Demansionamento illegale: come contestarlo e ottenere il risarcimento

Quando il datore di lavoro ti assegna compiti inferiori alla tua qualifica, può trattarsi di demansionamento illegale: ecco come tutelarti e ottenere il risarcimento dei danni subiti.

Cos'è il demansionamento illegale

Il demansionamento si verifica quando il datore di lavoro assegna al lavoratore mansioni significativamente inferiori rispetto a quelle previste dal contratto o corrispondenti alla qualifica acquisita. Non si tratta di un semplice cambiamento organizzativo: quando avviene senza giustificazione legale, il demansionamento costituisce una violazione grave dei diritti del lavoratore e può dar luogo a risarcimento del danno.

In Italia la materia è disciplinata dall'art. 2103 del Codice Civile, profondamente riformato dal Jobs Act (D.Lgs. 81/2015). Prima della riforma, la norma vietava quasi in assoluto qualsiasi modifica in peius delle mansioni. Oggi il quadro è più articolato: il demansionamento è consentito in alcuni casi tassativi, ma rimane illegittimo — e quindi sanzionabile — ogni volta che non ricorrono le condizioni previste dalla legge.

Demansionamento legittimo e illegittimo: la differenza fondamentale

Non ogni assegnazione a mansioni inferiori è automaticamente illegale. Il nuovo art. 2103 c.c. ammette il demansionamento legittimo in tre situazioni specifiche:

  • Modifica degli assetti organizzativi aziendali che incide sulla posizione del lavoratore: l'azienda può ridurre il livello delle mansioni fino a un massimo di un livello contrattuale inferiore, previa comunicazione scritta.
  • Accordi individuali in sede protetta (davanti alle commissioni di conciliazione, ai sindacati o in sede giudiziale): il lavoratore può accettare la riduzione di mansioni, qualifica e retribuzione per conservare il posto di lavoro o godere di altri benefici.
  • Accordi collettivi stipulati con le organizzazioni sindacali comparativamente più rappresentative, nell'interesse della conservazione dell'occupazione.

Al di fuori di questi casi, il demansionamento è illegittimo. In particolare, è vietato imporre mansioni inferiori come atto ritorsivo, come strumento di pressione psicologica o come conseguenza di discriminazione.
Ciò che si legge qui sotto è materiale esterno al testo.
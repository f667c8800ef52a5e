"""Windows and feet moved by hand, in words: what stands, by whom, how far from the program's own choice, and why."""

from __future__ import annotations

from collections.abc import Sequence
from typing import Any

from shpb.pulse.by_hand import ByHand, InForce, Move, in_force
from shpb.reduction import ShotResult
from shpb.view.text import fitted, printable

_US = 1e6
_LEAST_US = 0.005  # what two decimals do not show
_LONGEST = 200


def by_hand_words(result: ShotResult) -> tuple[str, ...]:
    """What stands where a hand put it, one sentence a window or foot, without the last full stop."""
    standing = in_force(result.by_hand, result.pulses)
    told = {(one.move.pulse, one.move.part) for one in standing}
    said = [_sentence(one) for one in standing]
    for pulse in result.pulses:
        stated = [("window", pulse.window_s != pulse.automatic_window_s), ("foot", pulse.foot_by_hand)]
        parts = [part for part, by_hand in stated if by_hand and (pulse.name, part) not in told]
        if parts:
            said.append(f"{pulse.name} {' and '.join(parts)} set by hand in shot sheet, list or rig file")
    earlier = sum(len(kept.moves) for kept in result.by_hand) - len(standing)
    if earlier > 0:
        changes = "1 earlier change" if earlier == 1 else f"{earlier} earlier changes"
        said.append(f"{changes} by hand {'is' if earlier == 1 else 'are'} kept in the shot file")
    return tuple(said)


def _sentence(one: InForce) -> str:
    by, why = (
        fitted(printable(words), _LONGEST).strip().rstrip(".") for words in (one.kept.by, one.kept.why)
    )
    # A name that ends in an initial keeps its full stop.
    name = fitted(printable(one.kept.by), _LONGEST).strip() if one.kept.by.strip().endswith(".") else by
    return (
        f"{one.move.pulse} {one.move.part} moved by hand by {name} on {printable(one.kept.at_utc[:10])}: "
        f"{shift_words(one.move)}, because {why}"
    )


def shift_words(move: Move) -> str:
    """How far a window or foot was moved from the program's own choice."""
    if not move.by_hand:
        return "given back to the program"
    own, now = move.automatic_s, move.after_s
    if move.part == "foot":
        return f"at {now[0] * _US:.2f} us, where the program found none" if not own else _off(own[0], now[0])
    ends = [
        f"{verb} {_off(mine, its)}"
        for verb, mine, its in zip(("starts", "ends"), own, now, strict=True)
        if abs(its - mine) * _US >= _LEAST_US
    ]
    return ", ".join(ends) or "left as the program has it"


def _off(own_s: float, now_s: float) -> str:
    off = (now_s - own_s) * _US
    if abs(off) < _LEAST_US:
        return "where the program has it"
    return f"{abs(off):.2f} us {'later' if off > 0 else 'earlier'}"


def change_words(move: Move) -> str:
    """One change, from what to what: "incident window: -20.69 to 358.68 us, now -20.69 to 160.00 us"."""
    return f"{move.pulse} {move.part}: {times_words(move.before_s)}, now {times_words(move.after_s)}"


def times_words(times_s: Sequence[float]) -> str:
    """A window or a foot in microseconds."""
    if not times_s:
        return "none found"
    return " to ".join(f"{time * _US:.2f}" for time in times_s) + " us"


def by_hand_json(history: Sequence[ByHand]) -> list[dict[str, Any]]:
    """All that was ever moved in a shot, oldest first."""
    return [
        {
            "by": kept.by,
            "at_utc": kept.at_utc,
            "why": kept.why,
            "moves": moves_json(kept.moves),
        }
        for kept in history
    ]


def moves_json(moves: Sequence[Move]) -> list[dict[str, Any]]:
    """Single changes, times on the record's clock."""
    return [
        {
            "pulse": move.pulse,
            "part": move.part,
            "automatic_s": list(move.automatic_s),
            "before_s": list(move.before_s),
            "after_s": list(move.after_s),
            "by_hand": move.by_hand,
        }
        for move in moves
    ]


__all__ = ["by_hand_json", "by_hand_words", "change_words", "moves_json", "shift_words", "times_words"]
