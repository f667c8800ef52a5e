"""The figures of a merge: four pages for each material, each a file.

Flow curves; stress against rate; stress against temperature; what each law leaves over and how its parameters hang
together. Nothing is interpreted: names from files are drawn letter by letter.
"""

from __future__ import annotations

import hashlib
import re
from collections.abc import Callable, Sequence
from pathlib import Path
from typing import TYPE_CHECKING

from shpb.merge.campaign import Merged, MergedMaterial
from shpb.view.figure import DPI, page_style, write_figure
from shpb.view.merge_flow_page import flow_page
from shpb.view.merge_laws_page import laws_page
from shpb.view.merge_rate_page import rate_page
from shpb.view.merge_temperature_page import temperature_page
from shpb.view.page import HEIGHT, WIDTH, Page

if TYPE_CHECKING:
    from matplotlib.figure import Figure

Draw = Callable[[Page, Merged, MergedMaterial], None]

PAGES: dict[str, Draw] = {
    "flow_curves": flow_page,
    "stress_against_rate": rate_page,
    "stress_against_temperature": temperature_page,
    "laws": laws_page,
}
_LONGEST = 80  # letters of a material's name in a file name


def merge_figure(merged: Merged, material: MergedMaterial, name: str) -> Figure:
    """Draw one page of a material on A4, landscape.

    Parameters
    ----------
    merged : Merged
    material : MergedMaterial
        One of ``merged.materials``.
    name : str
        Of :data:`PAGES`.

    Returns
    -------
    matplotlib.figure.Figure
        On no canvas but its own.
    """
    from matplotlib.figure import Figure

    with page_style():
        figure = Figure(figsize=(WIDTH, HEIGHT), dpi=DPI)
        PAGES[name](Page(figure), merged, material)
    return figure


def save_merge_figures(merged: Merged, folder: Path, kind: str) -> list[Path]:
    """Draw a merge and write its pages as ``MATERIAL_PAGE.kind``.

    The same merge gives the same bytes.

    Parameters
    ----------
    merged : Merged
    folder : Path
        Made if it is not there.
    kind : str
        "png", "pdf" or "svg"; "none" draws nothing.

    Returns
    -------
    list of Path
        What was written, by material and page.

    Raises
    ------
    InputError
        If ``kind`` is none of these.
    StoreError
        If a file cannot be written.
    """
    if kind == "none":
        return []
    written = []
    for stem, material in zip(material_stems(merged.materials), merged.materials, strict=True):
        for name in PAGES:
            written.append(_write(merged, material, name, Path(folder) / f"{stem}_{name}.{kind}"))
    return written


def _write(merged: Merged, material: MergedMaterial, name: str, path: Path) -> Path:
    return write_figure(lambda: merge_figure(merged, material, name), path)


def material_stems(materials: Sequence[MergedMaterial]) -> list[str]:
    """File names for the materials: harmless on every system, and different for different ones.

    A name of which something had to be replaced (a space alone becomes a plain underscore) or that two materials
    would share carries a hash. Where one material was tested in compression and in tension, that is said, too.
    """
    kinds: dict[str, set[str]] = {}
    for one in materials:
        kinds.setdefault(one.material, set()).add(one.kind.value)
    plain = [re.sub(r"[^A-Za-z0-9._-]", "_", one.material).strip(".")[:_LONGEST] for one in materials]
    owners: dict[
        str, set[str]
    ] = {}  # names that differ in upper and lower case alone are one to some systems
    for one, stem in zip(materials, plain, strict=True):
        owners.setdefault(stem.casefold(), set()).add(one.material)
    stems = []
    for one, stem in zip(materials, plain, strict=True):
        kept = stem == one.material.replace(" ", "_") and len(owners[stem.casefold()]) == 1
        mark = (
            ""
            if kept
            else "-" + hashlib.sha256(one.material.encode("utf-8", "surrogatepass")).hexdigest()[:8]
        )
        kind = f"_{one.kind.value}" if len(kinds[one.material]) > 1 else ""
        stems.append((stem or "material") + mark + kind)
    return stems


__all__ = ["PAGES", "material_stems", "merge_figure", "save_merge_figures"]
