"""A merged campaign as plain text: what went in and what stayed out, then each material.

Words carry the meaning, not colour or glyphs; but for outside names all of it is ASCII, so that any console shows it.
"""

from __future__ import annotations

from shpb.merge.campaign import Merged, MergedMaterial
from shpb.merge.from_shot import RESTRICTED
from shpb.merge.material_curve import MaterialCurve
from shpb.merge.repeats import Repeats
from shpb.view.merge_laws import law_lines
from shpb.view.merge_rates import course_lines, sensitivity_lines, upturn_lines
from shpb.view.merge_table import detail_lines, table_lines
from shpb.view.merge_words import choices_sentence, counted, headline, plain, rate_text, span_text, title
from shpb.view.text import columns_of, padded, printable, wrapped

_LABEL = 14  # columns of the labels
_WIDEST_NAME = 24


def merge_text(merged: Merged, *, width: int = 80, full: bool = False) -> str:
    """Return a merge as text, without a line end after the last line.

    Parameters
    ----------
    merged : Merged
    width : int
        Columns that no line passes, at least 72.
    full : bool
        Whether to add every curve with its remarks, every strain, every law with its residuals.
    """
    width = max(width, 72)
    lines = wrapped(headline(merged), width, "MERGED  ")
    lines += ["", *_left_out(merged, width)]
    lines += wrapped(choices_sentence(merged) + ".", width, "Choices".ljust(_LABEL))
    if full and merged.offsets:
        lines += ["", *_offsets(merged, width)]
    for material in merged.materials:
        lines += ["", *_material(material, width, full=full)]
    return "\n".join(line.rstrip() for line in lines)


def _left_out(merged: Merged, width: int) -> list[str]:
    """Every file that stayed out, and why."""
    if not merged.left_out:
        return wrapped("nothing", width, "Left out".ljust(_LABEL))
    names = [printable(one.origin) for one in merged.left_out]
    name = min(max(map(columns_of, names)), _WIDEST_NAME)
    lines = ["Left out"]
    for shown, one in zip(names, merged.left_out, strict=True):
        lines += wrapped(plain(one.why), width, f"  {padded(shown, name)}  ")
    return lines


def _offsets(merged: Merged, width: int) -> list[str]:
    """Offset yield of every quasi-static test, or why it has none."""
    lines = [f"Offset yield of the quasi-static tests at {100 * merged.settings.offset:g} % plastic strain"]
    name = min(max(columns_of(printable(one.origin)) for one in merged.offsets), _WIDEST_NAME)
    for one in merged.offsets:
        said = f"none: {plain(one.why)}"
        if one.stress_pa is not None:
            said = f"{one.stress_pa / 1e6:.1f} MPa engineering, line with {one.slope_from}"
        lines += wrapped(said, width, f"  {padded(printable(one.origin), name)}  ")
    return lines


def _material(material: MergedMaterial, width: int, *, full: bool) -> list[str]:
    head = wrapped(title(material), width)
    lines = [*head, "=" * max(map(columns_of, head))]
    lines += _conditions(material, width, full=full)
    lines += ["", *table_lines(material, width)]
    if full:
        lines += ["", *detail_lines(material)]
    lines += ["", *sensitivity_lines(material, width, full=full)]
    lines += ["", *upturn_lines(material, width, full=full)]
    lines += ["", *course_lines(material, width, full=full)]
    return [*lines, "", *law_lines(material, width, full=full)]


def _conditions(material: MergedMaterial, width: int, *, full: bool) -> list[str]:
    tests = sum(len(condition.curves) for condition in material.conditions)
    lines = wrapped(
        f"{counted(len(material.conditions), 'condition')} of {counted(tests, 'test')}; rate: mean true rate; strain: "
        "true plastic strain that is covered",
        width,
    )
    lines.append(f"{'no':>3}  {'rate 1/s':>9} {'T K':>5} {'T C':>5}  {'n':>2}  {'by':<12}  strain and tests")
    for number, condition in enumerate(material.conditions, 1):
        lines += _condition(number, condition, width, full=full)
    return lines


def _condition(number: int, condition: Repeats, width: int, *, full: bool) -> list[str]:
    kelvin = condition.temperature_k
    head = (
        f"{number:>3}  {rate_text(condition.mean_rate_per_s):>9} {kelvin:>5.0f} {kelvin - 273.15:>5.0f}  "
        f"{len(condition.curves):>2}  {condition.range.value:<12}  "
    )
    names = ", ".join(sorted(printable(curve.origin) for curve in condition.curves))
    lines = wrapped(f"{span_text(condition)}  {names}", width, head)
    said = [one.in_words() for one in condition.outliers]
    for curve in condition.curves:
        restricted = [remark for remark in curve.remarks if remark.startswith(RESTRICTED)]
        said += [f"{curve.origin} {'; '.join(_told(curve) if full else restricted)}"] * bool(
            full or restricted
        )
    for one in said:
        lines += wrapped(plain(one), width, "       ", "         ")
    return lines


def _told(curve: MaterialCurve) -> list[str]:
    """Everything worth saying of one curve, for the full report."""
    low, high = curve.span
    own = float((curve.u_own_pa / curve.stress_pa).mean())
    shared = f", {100 * curve.u_shared:.2g} % shared ({curve.shared_group})" if curve.u_shared else ""
    return [
        f"{rate_text(curve.mean_rate_per_s)} /s, {curve.temperature_k:.1f} K, strain {low:.4f} to {high:.4f}, u "
        f"{100 * own:.2g} % its own{shared}",
        *curve.remarks,
    ]
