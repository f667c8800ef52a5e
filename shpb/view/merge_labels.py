"""Numbers of a merge as a figure writes them: true minus, powers of ten, no false digits."""

from __future__ import annotations

from collections.abc import Sequence

import numpy as np

from shpb.view.digits import to_uncertainty
from shpb.view.text import rounded

_SUPERSCRIPT = str.maketrans("-0123456789", "⁻⁰¹²³⁴⁵⁶⁷⁸⁹")


def power_of_ten(power: int) -> str:
    """A power of ten in letters that need no formula."""
    return "10" + str(power).translate(_SUPERSCRIPT)


def rate_words(rate_per_s: float) -> str:
    """A rate to three digits.

    >>> rate_words(1642.0), rate_words(0.001), rate_words(1.2e-4)
    ('1640 /s', '0.001 /s', '1.2·10⁻⁴ /s')
    """
    digits = float(f"{rate_per_s:.3g}")
    if 1e-3 <= digits < 1e6:
        return f"{digits:.9f}".rstrip("0").rstrip(".") + " /s"
    power = int(np.floor(np.log10(digits) + 1e-12))
    mantissa = f"{digits / 10.0**power:.3g}"
    return ("" if mantissa == "1" else f"{mantissa}·") + power_of_ten(power) + " /s"


def kelvin_words(temperature_k: float) -> str:
    """A temperature in kelvin and in degrees Celsius."""
    return f"{temperature_k:.0f} K ({temperature_k - 273.15:.0f} °C)".replace("-", "−")


def stress_words(stress_pa: float) -> str:
    """A stress in MPa."""
    return f"{rounded(stress_pa / 1e6)} MPa"


def with_u(value: float, u: float, interval: tuple[float, float], factor: float = 1.0) -> str:
    """A value with its 95 % interval, to the second digit of its standard uncertainty.

    >>> with_u(0.01213, 0.00083, (0.0104, 0.0138))
    '0.01213 (0.01040 to 0.01380)'
    """

    def one(number: float) -> str:
        if not np.isfinite(number):
            return "no upper end" if number > 0 else "no lower end"
        return in_signs(to_uncertainty(number * factor, u * factor))

    return f"{one(value)} ({one(interval[0])} to {one(interval[1])})"


def plus_minus(value: float, half: float) -> str:
    """A value and half its 95 % interval, to the second digit of that.

    >>> plus_minus(-0.01213, 0.00174)
    '−0.0121 ± 0.0017'
    """
    return f"{in_signs(to_uncertainty(value, half))} ± {in_signs(to_uncertainty(half, half))}"


def in_signs(number: str) -> str:
    """A number with a true minus, and a power of ten in place of an exponent.

    >>> in_signs("-4.77e-05")
    '−4.77·10⁻⁵'
    """
    mantissa, _, power = number.partition("e")
    return mantissa.replace("-", "−") + (f"·{power_of_ten(int(power))}" if power else "")


def listed(words: Sequence[str], most: int = 6) -> str:
    """Words with commas between; more than ``most`` are counted."""
    more = len(words) - most
    return ", ".join(words[:most]) + (f" and {more} more" if more > 0 else "")
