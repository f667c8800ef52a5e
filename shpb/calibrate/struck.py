"""A calibration shot as geometry: which end was struck, where the pulse comes by when, and errors that name the shot.

The struck bar of *bars apart* is free at both ends once the striker has let go. A station at the distance y from the
struck end of a bar of length L sees the pulse after the ways y, 2 L - y (turned at the far end), 2 L + y, ...; with
*bars together* the incident station sees it after L - x, what comes back from the contact after L + x, and a station of
the transmitted bar after L in the one and x in the other bar, and again after 2 L_t - x.
"""

from __future__ import annotations

from collections.abc import Sequence

from shpb.calibrate.session import BarEnd, CalibrationShot, FiredShot, ShotKind
from shpb.errors import InputError
from shpb.pulse.strain import StationStrain
from shpb.rig.bar import Bar
from shpb.rig.rig import Rig


def struck_station(shot: CalibrationShot, rig: Rig) -> str:
    """The station that the pulse passes first."""
    own = [name for name in rig.gauges if name.startswith(shot.bar)]
    return min(own, key=lambda name: from_struck_end_m(shot, rig, name))


def from_struck_end_m(shot: CalibrationShot, rig: Rig, station: str) -> float:
    """Distance of a station of the struck bar from the end that was struck [m]."""
    to_specimen = float(rig.gauges[station].to_specimen_m)
    if shot.struck_end is BarEnd.SPECIMEN:
        return to_specimen
    return float(rig.bar_of(station).length_m) - to_specimen


def passages_s(shot: CalibrationShot, rig: Rig, station: str) -> tuple[float, ...]:
    """Travel times from the struck end to the first passages at a station, in their order [s].

    Empty for a station of a bar that the pulse does not come to.
    """
    bar = rig.bar_of(station)
    c, length = float(bar.wave_speed_m_s), float(bar.length_m)
    if shot.kind is ShotKind.BARS_TOGETHER and station.startswith("transmitted"):
        into = float(rig.incident_bar.length_m / rig.incident_bar.wave_speed_m_s)
        x = float(rig.gauges[station].to_specimen_m)
        return tuple(sorted((into + x / c, into + (2 * length - x) / c, 3 * into + x / c)))
    if not station.startswith(shot.bar):
        return ()
    y = from_struck_end_m(shot, rig, station)
    return tuple(way / c for way in (y, 2 * length - y, 2 * length + y, 4 * length - y))


def early_s(bar: Bar, travel_s: float) -> float:
    """Time by which the front of a pulse comes before its slow waves after a travel at c0 [s].

    Zero in an elastic bar, where c0 is the fastest; in one that creeps the high frequencies of its table lead.
    """
    if bar.propagation is None:
        return 0.0
    return travel_s * max(0.0, 1.0 - float(bar.wave_speed_m_s) / max(bar.propagation.phase_speed_m_s))


def strain_of(fired: FiredShot, rig: Rig, station: str) -> StationStrain:
    """Strain at a station; errors name the shot."""
    try:
        return fired.strain(rig, station)
    except InputError as error:
        where = f"shot {fired.shot_id}, {station.replace('_', ' ')}"
        raise InputError(
            f"{error.where}: {error.what}" if error.where else error.what,
            where=where,
            mend=f"{error.mend}; is it a record of this rig?",
        ) from error


def require_own_records(fired: Sequence[FiredShot]) -> None:
    """Refuse a session in which two shots share a record: used twice it would count as two.

    Raises
    ------
    InputError
        Naming both shots.
    """
    owner: dict[str, str] = {}
    for one in fired:
        for source in one.record.sources:
            if owner.setdefault(source.sha256, one.shot_id) != one.shot_id:
                raise InputError(
                    f"its record {source.name} is that of shot {owner[source.sha256]}, byte for byte",
                    where=f"shot {one.shot_id}",
                    mend="Give each shot its own record, or leave one of the two out",
                )


def refuse(fired: FiredShot, what: str, mend: str) -> InputError:
    """An error about one shot."""
    return InputError(what, where=f"shot {fired.shot_id} ({fired.shot.kind})", mend=mend)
La giurisprudenza della Cassazione è costante nel ritenere che la lesione della professionalità del lavoratore costituisce un danno risarcibile indipendentemente dalla prova di una perdita economica diretta.

Casi tipici di demansionamento illegale

Ritorsione per aver esercitato diritti

Uno dei casi più frequenti è il demansionamento come rappresaglia: il lavoratore che ha presentato un reclamo, denunciato irregolarità (whistleblowing), esercitato il diritto di sciopero o intentato una causa contro il datore di lavoro si trova improvvisamente privato delle proprie responsabilità. Questo tipo di demansionamento è doppiamente illegittimo, perché viola sia l'art. 2103 c.c. sia le norme anti-discriminatorie.

Strumento di mobbing

Il demansionamento è spesso parte di una strategia di mobbing: il lavoratore viene isolato, privato di strumenti di lavoro, escluso da riunioni, assegnato a compiti umilianti o meramente esecutivi rispetto alla qualifica. In questi casi, oltre al risarcimento per il demansionamento in sé, il lavoratore può richiedere il risarcimento del danno da mobbing, che include il danno biologico e il danno esistenziale.

Riorganizzazione aziendale pretestuosa

Il datore di lavoro può invocare una ristrutturazione aziendale per giustificare il demansionamento, ma la giurisprudenza verifica se la modifica organizzativa sia reale ed effettiva. Se la riorganizzazione è un pretesto — per esempio, se il ruolo del lavoratore viene semplicemente assegnato a un collega neoassunto — il demansionamento rimane illegittimo.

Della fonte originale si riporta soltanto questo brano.